Task to carry out
Begin with the line that holds "when the inner". Write out every line from there to the end of the listing below, word for word.

Data supplied
____

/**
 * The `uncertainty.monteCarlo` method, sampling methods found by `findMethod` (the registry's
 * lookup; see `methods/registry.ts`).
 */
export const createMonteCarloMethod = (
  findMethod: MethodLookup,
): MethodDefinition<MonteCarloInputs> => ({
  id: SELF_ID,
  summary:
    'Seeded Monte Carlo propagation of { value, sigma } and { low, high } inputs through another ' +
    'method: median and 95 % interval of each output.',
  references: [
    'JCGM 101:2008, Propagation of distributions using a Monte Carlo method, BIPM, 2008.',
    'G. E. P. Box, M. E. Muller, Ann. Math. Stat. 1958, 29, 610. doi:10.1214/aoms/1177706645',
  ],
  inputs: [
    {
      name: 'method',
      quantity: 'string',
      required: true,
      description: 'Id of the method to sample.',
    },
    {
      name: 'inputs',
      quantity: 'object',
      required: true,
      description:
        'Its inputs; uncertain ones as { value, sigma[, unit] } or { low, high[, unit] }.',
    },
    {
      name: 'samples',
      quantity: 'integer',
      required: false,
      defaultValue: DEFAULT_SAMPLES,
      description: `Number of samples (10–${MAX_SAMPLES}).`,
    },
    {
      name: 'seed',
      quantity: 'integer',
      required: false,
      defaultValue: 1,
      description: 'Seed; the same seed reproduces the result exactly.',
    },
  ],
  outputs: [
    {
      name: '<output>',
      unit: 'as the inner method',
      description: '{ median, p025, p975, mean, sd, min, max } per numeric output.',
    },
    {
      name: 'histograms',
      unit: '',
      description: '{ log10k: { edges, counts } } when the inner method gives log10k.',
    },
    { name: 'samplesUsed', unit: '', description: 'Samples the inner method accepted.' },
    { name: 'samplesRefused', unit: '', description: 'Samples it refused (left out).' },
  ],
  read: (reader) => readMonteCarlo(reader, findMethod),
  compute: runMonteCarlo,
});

____

Response box
      description: '{ log10k: { edges, counts } } when the inner method gives log10k.',
    },
    { name: 'samplesUsed', unit: '', description: 'Samples the inner method accepted.' },
    { name: 'samplesRefused', unit: '', description: 'Samples it refused (left out).' },
  ],
  read: (reader) => readMonteCarlo(reader, findMethod),
  compute: runMonteCarlo,
});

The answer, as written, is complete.